Department of Speech, Hearing and Phonetic Sciences, 4919UCL, London, UK.
Department of Electrical and Electronic Engineering, 4615Imperial College, London, UK.
Trends Hear. 2022 Jan-Dec;26:23312165211068629. doi: 10.1177/23312165211068629.
A signal processing approach combining beamforming with mask-informed speech enhancement was assessed by measuring sentence recognition in listeners with mild-to-moderate hearing impairment in adverse listening conditions that simulated the output of behind-the-ear hearing aids in a noisy classroom. Two types of beamforming were compared: binaural, with the two microphones of each aid treated as a single array, and bilateral, where independent left and right beamformers were derived. Binaural beamforming produces a narrower beam, maximising improvement in signal-to-noise ratio (SNR), but eliminates the spatial diversity that is preserved in bilateral beamforming. Each beamformer type was optimised for the true target position and implemented with and without additional speech enhancement in which spectral features extracted from the beamformer output were passed to a deep neural network trained to identify time-frequency regions dominated by target speech. Additional conditions comprising binaural beamforming combined with speech enhancement implemented using Wiener filtering or modulation-domain Kalman filtering were tested in normally-hearing (NH) listeners. Both beamformer types gave substantial improvements relative to no processing, with significantly greater benefit for binaural beamforming. Performance with additional mask-informed enhancement was poorer than with beamforming alone, for both beamformer types and both listener groups.
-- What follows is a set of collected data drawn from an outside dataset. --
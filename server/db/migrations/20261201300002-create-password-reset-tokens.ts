import { DataTypes, type QueryInterface } from "sequelize";

/** One-time password reset tokens; only the SHA-256 of the token is stored. */
export async function up(qi: QueryInterface) {
  await qi.createTable("password_reset_tokens", {
    id: { type: DataTypes.INTEGER.UNSIGNED, autoIncrement: true, primaryKey: true },
    company_id: {
      type: DataTypes.INTEGER.UNSIGNED,
      allowNull: false,
      references: { model: "companies", key: "id" },
      onDelete: "CASCADE",
    },
    user_id: {
      type: DataTypes.INTEGER.UNSIGNED,
      allowNull: false,
      references: { model: "users", key: "id" },
      onDelete: "CASCADE",
    },
    token_hash: { type: DataTypes.CHAR(64), allowNull: false, unique: true },
    expires_at: { type: DataTypes.DATE, allowNull: false },
    used_at: { type: DataTypes.DATE, allowNull: true },
    requested_ip: { type: DataTypes.STRING(45), allowNull: true },
    created_at: { type: DataTypes.DATE, allowNull: false },
  });
  await qi.addIndex("password_reset_tokens", ["user_id", "created_at"], { name: "password_reset_tokens_user" });
}

export async function down(qi: QueryInterface) {
  await qi.dropTable("password_reset_tokens");
}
In NH listeners the addition of mask-informed enhancement produced significantly poorer performance than both other forms of enhancement, neither of which differed from the beamformer alone. In summary, the additional improvement in SNR provided by binaural beamforming appeared to outweigh loss of spatial information, while speech understanding was not further improved by the mask-informed enhancement method implemented here.
一种结合波束形成和掩蔽语音增强的信号处理方法,通过测量在模拟嘈杂教室中使用耳后助听器输出的不利聆听条件下,轻度至中度听力障碍的聆听者的句子识别能力来评估。比较了两种类型的波束形成:双耳,每个助听器的两个麦克风作为单个阵列处理;双侧,其中独立的左、右波束形成器是衍生的。双耳波束形成产生更窄的波束,最大限度地提高信噪比 (SNR) 的改善,但消除了在双侧波束形成中保留的空间多样性。每个波束形成器类型都针对真实目标位置进行了优化,并在有和没有额外语音增强的情况下进行了实施,其中从波束形成器输出中提取的频谱特征被传递到经过训练以识别由目标语音主导的时频区域的深度神经网络。在正常听力 (NH) 聆听者中测试了包含双边波束形成和使用维纳滤波或调制域卡尔曼滤波实现的语音增强的其他条件。与无处理相比,两种波束形成器类型都有很大的改进,双侧波束形成器的受益更大。与单独使用波束形成器相比,使用额外掩蔽语音增强的性能更差,两种听力组的情况均如此。在 NH 聆听者中,添加掩蔽语音增强会导致比其他两种增强形式都更差的性能,而这两种增强形式都与单独使用波束形成器没有区别。总之,双侧波束形成提供的 SNR 额外提高似乎超过了空间信息的损失,而这里实施的掩蔽语音增强方法并没有进一步提高语音理解能力。